### What to do:
Your task is to copy the stretch of lines in the records below that begins with the line containing "n_samples: int" and ends with the line containing "time axis has", exactly as written, with nothing added.

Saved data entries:
----------------

"""Time averages of a correlated time series, with their uncertainty.

A run's diagnostics are strongly correlated in time, so the naive standard
error ``std/sqrt(N)`` of a time average is far too small. Two estimators of
the variance of the mean are computed here and both are reported:

* **Batch means** (e.g. Law & Kelton, *Simulation Modeling and Analysis*;
  Flyvbjerg & Petersen 1989, J. Chem. Phys. 91, 461): the averaging window is
  cut into ``B`` equal batches; if each batch is much longer than the
  correlation time the batch means are nearly independent and

      sigma_batch^2 = var(batch means, ddof=1) / B,

  with ``B - 1`` degrees of freedom (use the Student t distribution for
  intervals).

* **Integrated autocorrelation time** with Sokal's automatic windowing
  (Madras & Sokal 1988, J. Stat. Phys. 50, 109; Sokal 1997, "Monte Carlo
  methods in statistical mechanics: foundations and new algorithms"):

      tau_int(M) = 1/2 + sum_{k=1}^{M} rho(k)     (in samples)

  where ``rho`` is the normalised autocovariance (biased estimator, computed
  by FFT) and ``M`` is the smallest window with ``M >= c * tau_int(M)``
  (``c = 5`` by default). Then

      sigma_acf^2 = 2 tau_int C(0) / N.

The reported ``sigma`` is the larger of the two (a conservative choice,
common practice); both are kept.

Non-uniform sampling (runs use an adaptive time step): the mean is the
time-weighted (trapezoidal) average over the window, i.e. samples are weighted
by the time they represent. For the uncertainty the series is first resampled
by linear interpolation onto a uniform grid whose spacing is the median
sample spacing; both estimators above work on that grid. The integrated
autocorrelation time is reported in time units, ``tau = h * tau_int``, which
tends to the integral time scale ``int_0^inf rho(t) dt`` as ``h -> 0``; the
number of independent samples in the window is ``T / (2 tau)``.
"""
from __future__ import annotations

from dataclasses import asdict, dataclass

import numpy as np

__all__ = [
    "TimeAverage",
    "time_average",
    "batch_means",
    "integrated_autocorrelation_time",
    "autocorrelation",
    "uniform_resample",
    "check_time_axis",
]


@dataclass(frozen=True)
class TimeAverage:
    """Time average of one quantity over a window, with its uncertainty.

    Attributes
    ----------
    mean : float
        Time-weighted (trapezoidal) average over ``[t_start, t_end]``.
    sigma : float
        Reported one-standard-deviation uncertainty of ``mean``:
        ``max(sigma_batch, sigma_acf)``.
    sigma_batch : float
        Batch-means estimate (``n_batches - 1`` degrees of freedom).
    sigma_acf : float
        Estimate from the integrated autocorrelation time.
    tau : float
        Integrated autocorrelation time in time units (Sokal windowing).
    n_independent : float
        ``(t_end - t_start) / (2 tau)``: effective number of independent
        samples in the window.
    t_start, t_end : float
        Averaging window.
    n_samples : int
        Number of original samples in the window.
    n_batches : int
        Number of batches used for ``sigma_batch``.
    tau_reliable : bool
        False when Sokal's window condition was never met (series too short
        compared with its correlation time).
    """

    mean: float
    sigma: float
    sigma_batch: float
    sigma_acf: float
    tau: float
    n_independent: float
    t_start: float
    t_end: float
    n_samples: int
    n_batches: int
    tau_reliable: bool

    def as_dict(self):
        """Return the fields as a plain dict."""
        return asdict(self)


def check_time_axis(t, x=None, name="x"):
    """Validate a time axis (and optionally a series on it).

    Parameters
    ----------
    t : array_like
        Sample times; must be 1-D, finite and strictly increasing.
    x : array_like, optional
        Series sampled at ``t``; must have the same length and be finite.
    name : str
        Name used in error messages.

    Returns
    -------
    t, x : ndarray
        float64 copies (``x`` is None if not given).
    """
    t = np.asarray(t, dtype=float)
    if t.ndim != 1 or t.size < 2:
        raise ValueError(f"time axis for '{name}' must be 1-D with at least 2 samples, got shape {t.shape}")
    if not np.all(np.isfinite(t)):
        raise ValueError(f"time axis for '{name}' contains non-finite values")
    if np.any(np.diff(t) <= 0):
        raise ValueError(f"time axis for '{name}' must be strictly increasing")
    if x is None:
        return t, None
    x = np.asarray(x, dtype=float)
    if x.shape != t.shape:
        raise ValueError(f"series '{name}' has shape {x.shape}, time axis has shape {t.shape}")
    if not np.all(np.isfinite(x)):
        raise ValueError(f"series '{name}' contains non-finite values (NaN or inf)")
    return t, x


def uniform_resample(t, x, h=None):
    """Linear interpolation of ``x(t)`` onto a uniform grid.

    Parameters
    ----------
    t, x : array_like
        Strictly increasing times and the series.
    h : float, optional
        Grid spacing; default the median of ``diff(t)``.

    Returns
    -------
    tu, xu : ndarray
        Uniform grid ``t[0] + h * arange(n)`` with ``n = floor((t[-1]-t[0])/h) + 1``
        and the interpolated series. If ``t`` is already uniform (relative
        spread of spacings below 1e-9) the input is returned unchanged.
    """
    t, x = check_time_axis(t, x)
    dt = np.diff(t)
    if h is None:
        if np.ptp(dt) <= 1e-9 * dt.mean():
            return t, x
        h = float(np.median(dt))
    if not h > 0:
        raise ValueError(f"resampling step must be positive, got {h}")
    n = int(np.floor((t[-1] - t[0]) / h * (1 + 1e-12))) + 1
    tu = t[0] + h * np.arange(n)
    return tu, np.interp(tu, t, x)


def autocorrelation(x):
    """Normalised autocovariance ``rho(k) = C(k)/C(0)`` of a uniform series.

    Uses the biased estimator ``C(k) = (1/N) sum_{i<N-k} (x_i - m)(x_{i+k} - m)``,
    computed by zero-padded FFT (Wiener-Khinchin). Returns ``rho`` for
    ``k = 0 .. N-1`` and ``C(0)``.
    """
    x = np.asarray(x, dtype=float)
    n = x.size
    y = x - x.mean()
    nfft = 1 << int(2 * n - 1).bit_length()
    f = np.fft.rfft(y, nfft)
    c = np.fft.irfft(f * np.conj(f), nfft)[:n] / n
    if c[0] <= 0:
        return np.zeros(n), 0.0
    return c / c[0], float(c[0])


def integrated_autocorrelation_time(x, c=5.0):
    """Integrated autocorrelation time of a uniform series, in samples.

    Sokal's automatic windowing (Madras & Sokal 1988; Sokal 1997):
    ``tau_int(M) = 1/2 + sum_{k=1}^{M} rho(k)``, with ``M`` the smallest
    window such that ``M >= c * tau_int(M)``.

    Parameters
    ----------
    x : array_like
        Uniformly sampled series.
    c : float
        Window constant (Sokal recommends 4 to 10; 5 is common).

    Returns
    -------
    tau_int : float
        In units of the sampling interval (1/2 for white noise).
    window : int
        The chosen window ``M``.
    reliable : bool
        False if no window satisfied the condition (then ``M = N - 1``).
    """
    rho, c0 = autocorrelation(x)
    n = rho.size
    if c0 == 0.0:
        return 0.5, 0, True
    tau = 0.5 + np.cumsum(rho[1:])
    m = np.arange(1, n)
    ok = m >= c * tau
    if np.any(ok):
        i = int(np.argmax(ok))
        return float(max(tau[i], 0.5)), int(m[i]), True
    return float(max(tau[-1], 0.5)), n - 1, False


def batch_means(x, n_batches=20):
    """Batch-means standard error of the mean of a uniform series.

    The series is cut into ``n_batches`` equal consecutive batches (the
    ``N mod n_batches`` leftover samples are dropped from the start, the part
    furthest from equilibrium); ``sigma = std(batch means, ddof=1)/sqrt(B)``.

    Returns
    -------
    sigma : float
    n_batches : int
    """
    x = np.asarray(x, dtype=float)
    if n_batches < 2:
        raise ValueError(f"n_batches must be at least 2, got {n_batches}")
    if x.size < n_batches:
        raise ValueError(f"series of {x.size} samples is shorter than n_batches={n_batches}")
    size = x.size // n_batches
    means = x[x.size - size * n_batches:].reshape(n_batches, size).mean(axis=1)
    return float(means.std(ddof=1) / np.sqrt(n_batches)), n_batches


def time_average(t, x, t_start=None, t_end=None, n_batches=20, c=5.0, name="x"):
    """Time average of ``x(t)`` over a window with honest uncertainties.

    Parameters
    ----------
    t, x : array_like
        Strictly increasing sample times (may be non-uniform) and the series.
    t_start, t_end : float, optional
        Averaging window; defaults to the whole series. The window is cut at
        sample times (first sample ``>= t_start``, last ``<= t_end``).
    n_batches : int
        Number of batches for the batch-means estimate.
    c : float
        Sokal window constant.
    name : str
        Name used in error messages.

    Returns
    -------
    TimeAverage
    """
    t, x = check_time_axis(t, x, name)
    lo = t[0] if t_start is None else float(t_start)
    hi = t[-1] if t_end is None else float(t_end)
    sel = (t >= lo) & (t <= hi)
    if np.count_nonzero(sel) < max(2 * n_batches, 4):
        raise ValueError(
            f"window [{lo}, {hi}] of '{name}' holds {np.count_nonzero(sel)} samples; "
            f"at least {max(2 * n_batches, 4)} are needed"
        )
    tw, xw = t[sel], x[sel]
    span = tw[-1] - tw[0]
    mean = float(np.trapezoid(xw, tw) / span)
    tu, xu = uniform_resample(tw, xw)
    h = tu[1] - tu[0]
    tau_s, _, reliable = integrated_autocorrelation_time(xu, c)
    var0 = float(np.var(xu))
    sigma_acf = float(np.sqrt(2.0 * tau_s * var0 / xu.size))
    sigma_b, nb = batch_means(xu, n_batches)
    tau = tau_s * h
    n_ind = span / (2.0 * tau) if tau > 0 else float("inf")
    return TimeAverage(
        mean=mean,
        sigma=max(sigma_b, sigma_acf),
        sigma_batch=sigma_b,
        sigma_acf=sigma_acf,
        tau=float(tau),
        n_independent=float(n_ind),
        t_start=float(tw[0]),
        t_end=float(tw[-1]),
        n_samples=int(tw.size),
        n_batches=nb,
        tau_reliable=bool(reliable),
    )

----------------

### Reply to the exercise:
    n_samples: int
    n_batches: int
    tau_reliable: bool

    def as_dict(self):
        """Return the fields as a plain dict."""
        return asdict(self)


def check_time_axis(t, x=None, name="x"):
    """Validate a time axis (and optionally a series on it).

    Parameters
    ----------
    t : array_like
        Sample times; must be 1-D, finite and strictly increasing.
    x : array_like, optional
        Series sampled at ``t``; must have the same length and be finite.
    name : str
        Name used in error messages.

    Returns
    -------
    t, x : ndarray
        float64 copies (``x`` is None if not given).
    """
    t = np.asarray(t, dtype=float)
    if t.ndim != 1 or t.size < 2:
        raise ValueError(f"time axis for '{name}' must be 1-D with at least 2 samples, got shape {t.shape}")
    if not np.all(np.isfinite(t)):
        raise ValueError(f"time axis for '{name}' contains non-finite values")
    if np.any(np.diff(t) <= 0):
        raise ValueError(f"time axis for '{name}' must be strictly increasing")
    if x is None:
        return t, None
    x = np.asarray(x, dtype=float)
    if x.shape != t.shape:
        raise ValueError(f"series '{name}' has shape {x.shape}, time axis has shape {t.shape}")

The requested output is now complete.